And how much should nations seek to harmonize their antitrust policies? A system of vertically integrated industrial and financial conglomerates, the Japanese keiretsu, wouldn't be tolerated in the U.S. But in Japan, they are a way of life. The next round of trade talks should focus on the issue.
Admitting emerging market economies in China, Eastern Europe, the former Soviet Union, and Vietnam to membership in GATT should also be on the agenda. Western Europe has been loath to admit imports--particularly of farm goods--from the former Warsaw Pact nations. Admitting them would lower barriers to their goods.
There will be plenty of disputes left over from current talks as well. Consider subsidies for research and development. The antisubsidy U.S. position was formulated by Republican Administrations hostile to the idea of industrial policy. But Clinton sees nothing wrong with an industry-government effort to develop clean cars. The rules will have to be clarified.

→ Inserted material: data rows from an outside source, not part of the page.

"""The model builder: a validated spec plus a clean table become one PyMC model.

The law, for species i in innermost taxon t, is::

    log trait_i = a_t + b_t·(x_i − x_ref) + c_t·(x_i − x_ref)² [+ hinge] [+ Σ coef·z_i] + e_i

with x_i the natural log of size (the latent true log size when size carries measurement
error), x_ref the log reference size, and e_i normal or Student-t. A taxon at an inner level
deviates from its parent taxon at the next level out (order → family); the outermost taxa
deviate from the population values. Variable names and dims follow the data contract in
DEVELOPERS.md, so later stages read them by name.
"""

from __future__ import annotations

import logging
from dataclasses import dataclass, field
from typing import Any

import numpy as np
import pandas as pd
import pymc as pm
import pytensor.tensor as pt

from allolaw.errors import UserError
from allolaw.spec import ModelSpec

__all__ = [
    "BOLTZMANN_EV_PER_K",
    "SIZE_MEASUREMENT",
    "TRAIT",
    "build_model",
    "expected_log_trait",
    "select_levels",
    "taxon_parameterisation",
]

log = logging.getLogger(__name__)

#: Boltzmann constant in eV/K (CODATA value, rounded as in Gillooly et al. 2001).
BOLTZMANN_EV_PER_K = 8.617e-5
#: Name of the observed trait variable (the only one in ``log_likelihood``).
TRAIT = "trait"
#: Name of the observed measured log size (present with errors in size; not a likelihood
#: term for model comparison: ``log_likelihood`` holds ``trait`` only).
SIZE_MEASUREMENT = "measured_log_size"

# auto parameterisation thresholds (see taxon_parameterisation)
_CENTRED_MIN_SPECIES = 10
_CENTRED_MIN_RELIABILITY = 0.9
_CENTRED_MAX_TRAIT_ERROR_FRACTION = 0.5


def build_model(
    data: pd.DataFrame,
    spec: ModelSpec,
    *,
    levels: list[str],
    log_reference_size: float,
) -> pm.Model:
    """Build the PyMC model of ``spec`` for one clean table.

    Parameters
    ----------
    data
        One row per species in the ``clean.csv`` format (DEVELOPERS.md). ``data.attrs
        ["source"]``, when set, names the file in error messages.
    spec
        Validated model spec.
    levels
        Taxon level columns of the dataset, outer to inner.
    log_reference_size
        Natural log of the reference size; log size is centred there, so ``intercept`` is
        the log trait of a species of reference size.

    Returns
    -------
    pymc.Model
        With coords ``species`` and one per taxon level used; the observed variable ``trait``
        (dim ``species``) and the data ``log_size_obs`` and ``log_size_ref``.

    Raises
    ------
    UserError
        If a column the spec needs is missing or holds a missing or invalid value.

    Notes
    -----
    Errors in size are modelled structurally: each species has a latent true log size with a
    normal population prior (mean and SD estimated), and the measured log size is normal
    around it with the known SD (Carroll et al. 2006, ch. 9; Richardson & Gilks 1993). With
    ``ratio`` errors this is the Bayesian form of Deming regression (Deming 1943).
    Taxon deviations are independent normal terms per level (no correlation between the
    intercept and exponent deviations of a taxon).

    References
    ----------
    .. [1] Carroll, R. J., Ruppert, D., Stefanski, L. A. & Crainiceanu, C. M. (2006).
       Measurement Error in Nonlinear Models, 2nd ed. Chapman & Hall/CRC.
    .. [2] Richardson, S. & Gilks, W. R. (1993). Conditional independence models for
       epidemiological studies with covariate measurement error. Stat. Med. 12:1703–1722.
    .. [3] Deming, W. E. (1943). Statistical Adjustment of Data. Wiley.
    .. [4] Gillooly, J. F. et al. (2001). Effects of size and temperature on metabolic rate.
       Science 293:2248–2251.
    .. [5] Betancourt, M. & Girolami, M. (2015). Hamiltonian Monte Carlo for hierarchical
       models. In Current Trends in Bayesian Methodology with Applications, CRC.
    """
    inputs = _read_inputs(data, spec, levels=levels)
    param = taxon_parameterisation(data, spec, levels=levels)
    pri = spec.priors
    coords: dict[str, Any] = {"species": inputs.species}
    for level, taxa in inputs.taxa.items():
        coords[level] = taxa.labels
    with pm.Model(coords=coords) as model:
        log_size_obs = pm.Data("log_size_obs", inputs.log_size, dims="species")
        log_size_ref = pm.Data("log_size_ref", float(log_reference_size))
        for level, taxa in inputs.taxa.items():
            pm.Data(f"taxon_index__{level}", taxa.index, dims="species")

        intercept_mean = pri["intercept"].get("mean", "auto")
        if intercept_mean == "auto":
            intercept_mean = float(np.median(inputs.log_trait))
        intercept = pm.Normal("intercept", float(intercept_mean), pri["intercept"]["sd"])
        exponent = pm.Normal("exponent", pri["exponent"]["mean"], pri["exponent"]["sd"])
        curvature = None
        if spec.curvature != "none":
            curvature = pm.Normal("curvature", pri["curvature"]["mean"], pri["curvature"]["sd"])

        sigma = _residual_sd(spec)
        size = _true_log_size(spec, inputs, log_size_obs, sigma_holder=sigma)
        if spec.size_error == "ratio":
            sigma = size.sigma
        centred_size = size.value - log_size_ref

        a = intercept
        if "intercept" in spec.taxa["vary"]:
            a = _taxon_terms("intercept", intercept, inputs, param, pri["intercept_sd"]["sd"])
        b = exponent
        if "exponent" in spec.taxa["vary"]:
            b = _taxon_terms("exponent", exponent, inputs, param, pri["exponent_sd"]["sd"])
        mu = a + b * centred_size
        if curvature is not None:
            c = curvature
            if spec.curvature == "shared_and_taxa":
                c = _taxon_terms("curvature", curvature, inputs, param, pri["curvature_sd"]["sd"])
            mu = mu + c * centred_size**2
        if spec.breakpoint == "one":
            mu = mu + _hinge(spec, inputs, size.value, log_size_ref, exponent)
        for cov in spec.covariates:
            mu = mu + _covariate_term(cov, inputs, pri["covariate"])

        total_sd = sigma
        if spec.trait_error in ("known", "replicates"):
            sd_trait = pm.Data("sd_log_trait", inputs.sd_trait, dims="species")
            total_sd = pt.sqrt(sigma**2 + sd_trait**2)
        if spec.residuals == "student_t":
            nu = pm.Gamma("nu", alpha=pri["nu"]["alpha"], beta=pri["nu"]["beta"])
            pm.StudentT(TRAIT, nu=nu, mu=mu, sigma=total_sd, observed=inputs.log_trait,
                        dims="species")
        else:
            pm.Normal(TRAIT, mu=mu, sigma=total_sd, observed=inputs.log_trait, dims="species")
    log.debug("built model %s (taxon parameterisation %s)", spec.name, param)
    return model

And finally, there are tariffs. When the first GATT talks began in 1947, worldwide tariffs averaged 45%. If the new round is implemented, they will drop to near 5%. But huge tariffs will still protect such industries as U.S. glassware and European semiconductors. It may seem an odd notion to begin trade talks as soon as the current ones are concluded. But with trade accounting for an ever increasing share of each nation's economy, there are too many issues too important to lie fallow.